I'm not against holiday baking and I'm certainly not against margaritas, but my fast was initiated with the specific intent to experience neediness, want, emptiness, hunger, even pain. I wanted to be dependent. I wanted to stop looking to food as an emotional band-aide and find true healing in Christ. But after just a few days, I was back to my old mental practices of duct-taping my heart together with food and treats. My focus was no longer on the Good Shepherd, but on the green grass that could be found at 5:01pm just over that hillside. I was still wandering away from the Shepherd to fend for myself, rather than trusting Him to provide.

It's the age old problem with any type of sacrifice done from the wrong motivation. In Matthew 6 Jesus points to the hypocrisy of fasting, giving alms and prayer that are done out of a heart of self-righteousness and pride. When we do things to look good, looking good is our only reward. Ananias and Sapphira hold back part of their monetary gift and lie about it, bringing instant judgment from God in Acts 5. David speaks to the condition of his heart Psalm 51 stating that God didn't want his sacrifices and offerings, but "a broken and contrite heart".

The natural, fallen condition of our heart is one that wants to be able to claim self-sufficiency. Adam and Eve wanted the one thing God had not given them (for their own good), in a perfect garden where all their needs were supplied. The Israelites were saved from slavery and death and demanded a god their size, rather than a holy God that could shake the mountains with smoke and fire. Pharisees and scribes wanted a law with checkboxes rather than a true Savior. We would rather be white-washed tombs and die, than live a life of dependency.

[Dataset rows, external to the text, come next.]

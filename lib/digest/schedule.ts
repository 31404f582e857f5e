// Sends the weekly digest when it is due. The weekly-digest job (lib/jobs) calls it once an hour;
// an advisory lock and the stored "last sent" keep two workers from both sending.
import "server-only";
import { sql } from "drizzle-orm";
import { db } from "@/db";
import { digestDue } from "./schedule-time";
import { lastDigestSentAt, sendDigest } from "./send";

export async function sendDigestIfDue(now = new Date()): Promise<boolean> {
  return db.transaction(async (tx) => {
    const { rows } = await tx.execute<{ locked: boolean }>(
      sql`select pg_try_advisory_xact_lock(hashtext('tearline.weekly-digest')) as locked`,
    );
    if (!rows[0]?.locked) return false;
    if (!digestDue(now, await lastDigestSentAt())) return false;
    await sendDigest(now);
    return true;
  });
}
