"use client";
// The removal form, phone first: where and when, why, the bearing, the checks, and the live field call.
import { useRouter } from "next/navigation";
import { useEffect, useMemo, useRef, useState } from "react";
import { sendEntry } from "@/components/offline/outbox-send";
import { deleteEntry, putEntry, type OutboxEntry } from "@/components/offline/outbox-store";
import { useOutboxEntries } from "@/components/offline/use-connection";
import { Button } from "@/components/ui/button";
import { Card } from "@/components/ui/card";
import { Caution } from "@/components/ui/caution";
import { Field, Input, Select, Textarea } from "@/components/ui/field";
import { evaluateFieldChecks } from "@/lib/cases/compute";
import { BEARING_CLASSES } from "@/lib/cases/bearing-classes";
import { createCaseSchema } from "@/lib/cases/schemas";
import { ErrorSummary } from "@/components/ui/error-summary";
import { DEFAULT_END_PLAY_POLICY, VISUAL_FINDINGS, safetyConfirmationsFor, type EndPlayPolicy } from "@/lib/field";
import { AxlePicker } from "./axle-picker";
import { ChoiceChips } from "./choice-chips";
import { EndPlayEntry } from "./end-play-entry";
import { FieldCallPanel } from "./field-call-panel";
import { emptyDraft, forSaving, type RemovalDraft } from "./form-state";
import { HandRollEntry } from "./hand-roll-grid";
import { TriggerDetails } from "./trigger-details";
import { clearLocalDraft, loadLocalDraft, useAutosave } from "./use-autosave";

export type SiteOption = { id: string; name: string; kind: string; policy: EndPlayPolicy };

type Props = { mode: "new" | "edit"; sites: SiteOption[]; initial?: RemovalDraft; caseId?: string; version?: number; defaultSiteId: string | null };
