// Checks once an hour whether the weekly digest is due and sends it. Started once per server
// process from instrumentation.ts; an advisory lock keeps two processes from both sending.
import "server-only";
import { sql } from "drizzle-orm";
import { db } from "@/db";
import { startBackgroundTimer } from "@/lib/background-timer";
import { digestDue } from "./schedule-time";
import { lastDigestSentAt, sendDigest } from "./send";

const HOUR_MS = 3_600_000;

export async function sendDigestIfDue(now = new Date()): Promise<boolean> {
  return db.transaction(async (tx) => {
    const { rows } = await tx.execute<{ locked: boolean }>(sql`select pg_try_advisory_xact_lock(hashtext('tearline.weekly-digest')) as locked`);
    if (!rows[0]?.locked) return false;
    if (!digestDue(now, await lastDigestSentAt())) return false;
    await sendDigest(now);
    return true;
  });
}

export function startDigestSchedule(intervalMs = HOUR_MS): boolean {
  return startBackgroundTimer("weekly digest", intervalMs, () => sendDigestIfDue());
}
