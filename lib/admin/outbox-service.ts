// What the admin's Outbox page shows: the stored mail (newest 100, by status), the counts per
// status and the state of each background job queue.
import "server-only";
import { jobQueueStates } from "@/db/queries/job-queue";
import { listOutbox, outboxCounts, type OutboxStatus } from "@/db/queries/outbox";

export { OUTBOX_STATUSES, type OutboxRow, type OutboxStatus } from "@/db/queries/outbox";
export type { QueueState } from "@/db/queries/job-queue";

export async function outboxBoard(status?: OutboxStatus) {
  const [rows, counts, jobs] = await Promise.all([listOutbox(status), outboxCounts(), jobQueueStates()]);
  return { rows, counts, jobs };
}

I think a lot of us somewhat resent the imagery of being sheep. We think of sheep as stupid and clumsy. We resent the idea that Jesus might have to pick us up and carry us home or break our leg to keep us safe from ourselves. Yet all of history shows our inadequacy to be complete on our own. Even while experiencing perfect provision, we find a way to be discontent with God's best. But I don't think being a sheep means being stupid and clumsy. In the parable of the lost sheep (Luke 15) Jesus tells of a man who searches for one lost sheep and celebrates its return. The sheep is still uniquely created by God, given a purpose for its life, intentionally chosen by the Shepherd and celebrated when returned. Being a sheep doesn't mean we are stupid and incapable of expressing our purposes or ideas. Being dependent does not mean that we aren't gifted and talented.  Being a metaphorical sheep doesn't negate that we were created in the image of God Himself, full of love, creativity, intelligence, reason and beauty. Being a sheep just means that left to our own devices, we will choose to wander. And every person on the planet has proven it to be true.

One of my all-time favorite hymns reads " O to grace how great a debtor daily I'm constrained to be. Let Thy goodness like a fetter bind my wandering heart to Thee. Prone to wander, Lord I feel it. Prone to leave the God I love. Here's my heart, O take and seal it. Seal it to Thy courts above."

The answer to my fasting dilemma is not to give up. It is not to further legalize my food intake ("just say no to chips and salsa and pie"). Rather, it is to bind my wandering heart to Him. It is to reaffirm my neediness and my wandering tendencies to my Good Shepherd. In Him are riches better than cookies and pie - in Him there is peace and rest. For this life and forever.